#### EXERCISE MATERIAL:

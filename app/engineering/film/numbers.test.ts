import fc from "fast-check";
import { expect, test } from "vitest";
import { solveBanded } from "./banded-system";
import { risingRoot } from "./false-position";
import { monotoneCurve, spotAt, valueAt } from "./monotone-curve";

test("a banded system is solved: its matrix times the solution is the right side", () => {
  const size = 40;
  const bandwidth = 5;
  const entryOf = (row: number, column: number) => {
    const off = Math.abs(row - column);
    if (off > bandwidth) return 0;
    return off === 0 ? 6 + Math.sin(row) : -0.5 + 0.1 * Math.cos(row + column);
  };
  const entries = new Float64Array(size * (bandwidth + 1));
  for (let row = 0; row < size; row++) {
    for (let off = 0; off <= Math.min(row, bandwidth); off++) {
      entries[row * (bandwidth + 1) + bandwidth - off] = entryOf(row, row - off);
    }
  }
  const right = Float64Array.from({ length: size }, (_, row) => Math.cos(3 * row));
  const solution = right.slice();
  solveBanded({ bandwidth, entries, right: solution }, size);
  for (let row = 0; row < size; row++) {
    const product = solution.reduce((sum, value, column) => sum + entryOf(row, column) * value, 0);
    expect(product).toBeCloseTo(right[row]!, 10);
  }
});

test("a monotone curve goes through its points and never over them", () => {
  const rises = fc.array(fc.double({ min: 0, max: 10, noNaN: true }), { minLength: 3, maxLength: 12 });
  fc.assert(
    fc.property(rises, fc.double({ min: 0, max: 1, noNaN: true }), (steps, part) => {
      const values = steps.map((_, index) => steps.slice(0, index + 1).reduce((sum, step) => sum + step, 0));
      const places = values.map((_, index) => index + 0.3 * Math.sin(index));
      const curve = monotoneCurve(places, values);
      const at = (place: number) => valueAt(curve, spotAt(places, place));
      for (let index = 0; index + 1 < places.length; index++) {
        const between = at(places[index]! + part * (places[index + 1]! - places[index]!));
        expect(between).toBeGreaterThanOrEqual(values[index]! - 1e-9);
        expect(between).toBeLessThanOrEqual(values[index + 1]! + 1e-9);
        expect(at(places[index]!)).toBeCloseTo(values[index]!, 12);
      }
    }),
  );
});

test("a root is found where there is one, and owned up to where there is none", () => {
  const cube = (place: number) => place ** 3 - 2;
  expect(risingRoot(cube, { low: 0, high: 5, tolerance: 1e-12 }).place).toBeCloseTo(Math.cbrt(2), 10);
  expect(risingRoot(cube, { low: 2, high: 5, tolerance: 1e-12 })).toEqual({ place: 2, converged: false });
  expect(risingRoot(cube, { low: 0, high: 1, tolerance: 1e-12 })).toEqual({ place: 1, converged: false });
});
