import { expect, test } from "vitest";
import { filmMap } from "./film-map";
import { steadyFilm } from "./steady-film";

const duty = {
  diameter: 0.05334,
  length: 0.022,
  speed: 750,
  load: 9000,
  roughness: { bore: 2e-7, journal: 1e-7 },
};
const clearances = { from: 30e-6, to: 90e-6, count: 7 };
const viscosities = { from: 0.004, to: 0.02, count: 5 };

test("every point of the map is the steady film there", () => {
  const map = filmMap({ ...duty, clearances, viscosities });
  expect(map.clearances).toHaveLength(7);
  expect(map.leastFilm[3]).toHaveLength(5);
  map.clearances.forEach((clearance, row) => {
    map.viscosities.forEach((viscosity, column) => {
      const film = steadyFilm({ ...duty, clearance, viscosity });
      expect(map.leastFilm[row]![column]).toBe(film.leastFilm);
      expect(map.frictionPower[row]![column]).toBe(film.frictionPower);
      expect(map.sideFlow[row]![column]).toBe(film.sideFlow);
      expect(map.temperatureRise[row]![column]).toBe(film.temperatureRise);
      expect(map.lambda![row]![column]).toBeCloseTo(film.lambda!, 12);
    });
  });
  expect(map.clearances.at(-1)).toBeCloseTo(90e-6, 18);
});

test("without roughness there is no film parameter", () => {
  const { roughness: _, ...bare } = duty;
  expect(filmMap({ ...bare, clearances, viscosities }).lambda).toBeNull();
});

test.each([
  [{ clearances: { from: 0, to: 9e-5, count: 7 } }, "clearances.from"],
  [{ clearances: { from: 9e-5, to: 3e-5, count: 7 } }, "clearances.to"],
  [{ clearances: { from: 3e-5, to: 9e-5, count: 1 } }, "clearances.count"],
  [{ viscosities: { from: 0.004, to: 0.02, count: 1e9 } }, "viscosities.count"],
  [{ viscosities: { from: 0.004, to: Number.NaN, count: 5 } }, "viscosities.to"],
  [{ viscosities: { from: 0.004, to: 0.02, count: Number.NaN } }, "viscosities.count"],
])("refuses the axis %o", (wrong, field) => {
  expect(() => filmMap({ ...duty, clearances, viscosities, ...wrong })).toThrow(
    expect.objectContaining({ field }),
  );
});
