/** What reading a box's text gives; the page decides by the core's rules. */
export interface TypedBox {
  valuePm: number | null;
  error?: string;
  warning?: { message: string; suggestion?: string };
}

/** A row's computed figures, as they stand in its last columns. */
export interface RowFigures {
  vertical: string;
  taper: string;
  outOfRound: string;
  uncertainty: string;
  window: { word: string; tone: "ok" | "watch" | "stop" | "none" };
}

#### THE TASK:
Your job is to return all lines above that hold the word "export".

#### THE COMPLETED TASK:
export interface TypedBox {
export interface RowFigures {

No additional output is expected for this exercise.